Add the bacon. You're supposed to stir the bacon in, but doesn’t it
look pretty just piled in the center? I thought so, so I took a picture before
I stirred it in. That said, you could have brought it to the table like this
and impressed your guests/family/whomever else you’re feeding. You could also
garnish with some chopped parsley if you had some. I didn’t.
That’s it. You could, if you wished, stir some softened
butter into the risotto just before serving, but I don’t really find that
necessary. And if I don’t think that butter is necessary, it probably isn’t.

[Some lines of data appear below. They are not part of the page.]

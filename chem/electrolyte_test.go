package chem

import (
	"errors"
	"math"
	"testing"
)

// TestElectrolyteOf checks how salts, acids and bases are taken apart (their ions are
// common practice).
func TestElectrolyteOf(t *testing.T) {
	tests := []struct {
		formula string
		acid    string
		count   float64
		strong  float64
	}{
		{"NaOH", "", 0, 1},
		{"Ca(OH)2", "", 0, 2},
		{"CaO", "", 0, 2},
		{"Na2CO3·10H2O", "carbonic acid", 1, 2},
		{"NaHCO3", "carbonic acid", 1, 1},
		{"CaCl2·2H2O", "hydrogen chloride", 2, 2},
		{"NaC2H3O2", "acetic acid", 1, 1},
		{"Ca(C2H3O2)2", "acetic acid", 2, 2},
		{"KH2PO4", "phosphoric acid", 1, 1},
		{"Na2HPO4", "phosphoric acid", 1, 2},
		{"H2SO4", "sulfuric acid", 1, 0},
		{"K2Cr2O7", "chromic acid", 2, 2},
		{"CrO3", "chromic acid", 1, 0},
		{"Na2S2O5", "sulfurous acid", 2, 2},
		{"CH3COOH", "acetic acid", 1, 0},
		{"CH3COONa", "acetic acid", 1, 1},
		{"Cl^-", "hydrogen chloride", 1, 0},
		{"Na^+", "", 0, 1},
	}
	for _, c := range tests {
		f, err := ParseFormula(c.formula)
		if err != nil {
			t.Fatal(err)
		}
		got, err := ElectrolyteOf(c.formula, "", f)
		if err != nil || got.Strong != c.strong || (c.acid == "") != (len(got.Acids) == 0) {
			t.Errorf("%s: %+v, %v", c.formula, got, err)
			continue
		}
		if c.acid != "" && (got.Acids[0].Acid.Name != c.acid || got.Acids[0].Count != c.count) {
			t.Errorf("%s: %v of %s, want %v of %s", c.formula, got.Acids[0].Count, got.Acids[0].Acid.Name, c.count, c.acid)
		}
	}
	for _, text := range []string{"FeCl3", "C2H6O", "C2H4O2", "C4H6O3"} {
		f, _ := ParseFormula(text)
		if got, err := ElectrolyteOf(text, "", f); !errors.Is(err, ErrNoData) {
			t.Errorf("%s: %+v, %v; want a refusal", text, got, err)
		}
	}
	hydrate, _ := ParseFormula("C2H2O4·2H2O")
	if got, err := ElectrolyteOf("oxalic acid dihydrate", "6153-56-6", hydrate); err != nil || len(got.Acids[0].Acid.PKa) != 2 {
		t.Errorf("oxalic acid dihydrate: %+v, %v", got, err)
	}
	if got, ok := ElectrolyteOfSalt("Sodium pentanoate"); !ok || got.Strong != 1 || got.Acids[0].Acid.Name != "pentanoic acid" {
		t.Errorf("sodium pentanoate: %+v, %v", got, ok)
	}
	for _, name := range []string{"sodium carbonate", "sodium", "iron pentanoate", "sodium citrate", "pentanoate"} {
		if got, ok := ElectrolyteOfSalt(name); ok {
			t.Errorf("%s: %+v", name, got)
		}
	}
	ammonium, _ := ParseFormula("(NH4)2SO4")
	got, err := ElectrolyteOf("ammonium sulfate", "", ammonium)
	if err != nil || len(got.Acids) != 2 || got.Acids[0].Count != 2 || got.Acids[1].Acid.Name != "sulfuric acid" {
		t.Errorf("(NH4)2SO4: %+v, %v", got, err)
	}
}

// TestPKaOf checks the choice among sources: the handbook's butanoic acid, 4.83,
// before the computed 4.809, and the chromic acid whose first step is a handbook's
// only; and every acid against itself: one pKa for each proton or fewer.
func TestPKaOf(t *testing.T) {
	for cas, want := range map[string][]float64{
		"107-92-6": {4.83}, "7738-94-5": {0.74, 6.49}, "7664-38-2": {2.16, 7.21, 12.32}, "64-19-7": {4.756},
	} {
		got, source, err := PKaOf(cas)
		if err != nil || source == "" || len(got) != len(want) {
			t.Fatalf("PKaOf(%s) = %v, %q, %v", cas, got, source, err)
		}
		for i := range want {
			if math.Abs(got[i]-want[i]) > 1e-12 {
				t.Errorf("PKaOf(%s) = %v, want %v", cas, got, want)
			}
		}
	}
	for cas, a := range acids().byCAS {
		if len(a.PKa) == 0 {
			t.Errorf("%s %s has no constant", cas, a.Name)
		}
		for i := 1; i < len(a.PKa); i++ {
			if a.PKa[i] <= a.PKa[i-1] {
				t.Errorf("%s: pKa %v don't rise", a.Name, a.PKa)
			}
		}
	}
	if _, _, err := PKaOf("1-2-3"); !errors.Is(err, ErrNoData) {
		t.Errorf("PKaOf(nothing): %v", err)
	}
}

// TestPKaAt checks constants away from 25 °C: ammonium 8.80 at 40 °C and 9.73 at 10 °C,
// acetic acid unmoved, carbonic acid 6.30 at 40 °C (handbooks, from memory).
func TestPKaAt(t *testing.T) {
	for _, c := range []struct {
		cas     string
		step    int
		celsius float64
		want    float64
	}{{"7664-41-7", 0, 40, 8.80}, {"7664-41-7", 0, 10, 9.73}, {"64-19-7", 0, 50, 4.79}, {"463-79-6", 0, 40, 6.30}, {"77-86-1", 0, 37, 7.74}} {
		a, _ := AcidByCAS(c.cas)
		pKa, moved := a.PKaAt(Celsius(c.celsius))
		if !moved || math.Abs(pKa[c.step]-c.want) > 0.05 {
			t.Errorf("%s at %v °C: %v, %v; want %v", a.Name, c.celsius, pKa, moved, c.want)
		}
	}
	for _, a := range acids().byCAS {
		if a.Enthalpy != nil && len(a.Enthalpy) != len(a.PKa) {
			t.Errorf("%s has %d constants and %d enthalpies", a.Name, len(a.PKa), len(a.Enthalpy))
		}
	}
}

Btw, risotto, like its Iberian cousin paella, is traditionally served warm
rather than piping hot, so if it takes a few minutes for your diners to get their
butts to the table, no worries. Bon
appetìt, y’all.
*Yes, I am aware that risotto is considered a first course
in Italy. But so is pasta, and you make a meal out of that all the time, don’t
you? OK, then.
Asparagus and
Mushroom Risotto
Serves 2 – 3
For the broth (with help from Cook’s Illustrated):
4 cups chicken broth
small handful dried Porcini mushrooms, rinsed
1 bay leaf
1 sprig fresh rosemary
1 teaspoon soy sauce
For the risotto:
½ lb. asparagus, trimmed
¼ lb. bacon or pancetta, cut into strips or cubes
¼ lb. mushrooms, sliced
½ onion, chopped
1 clove garlic, minced (optional)
1 cup Arborio rice
grated Parmesan cheese, for garnish
salt and pepper to taste
Yum--perfect for rainy spring weather--and great with fresh English peas too--I would think. Grant, with freshly shelled peas, would you really pre-cook them? They seem like they might cook enough just in the final stir in? jans
ReplyDeleteI would think you could use fresh peas without precooking them. They might still have a bit of crunch to them at the end, but that's no bad thing.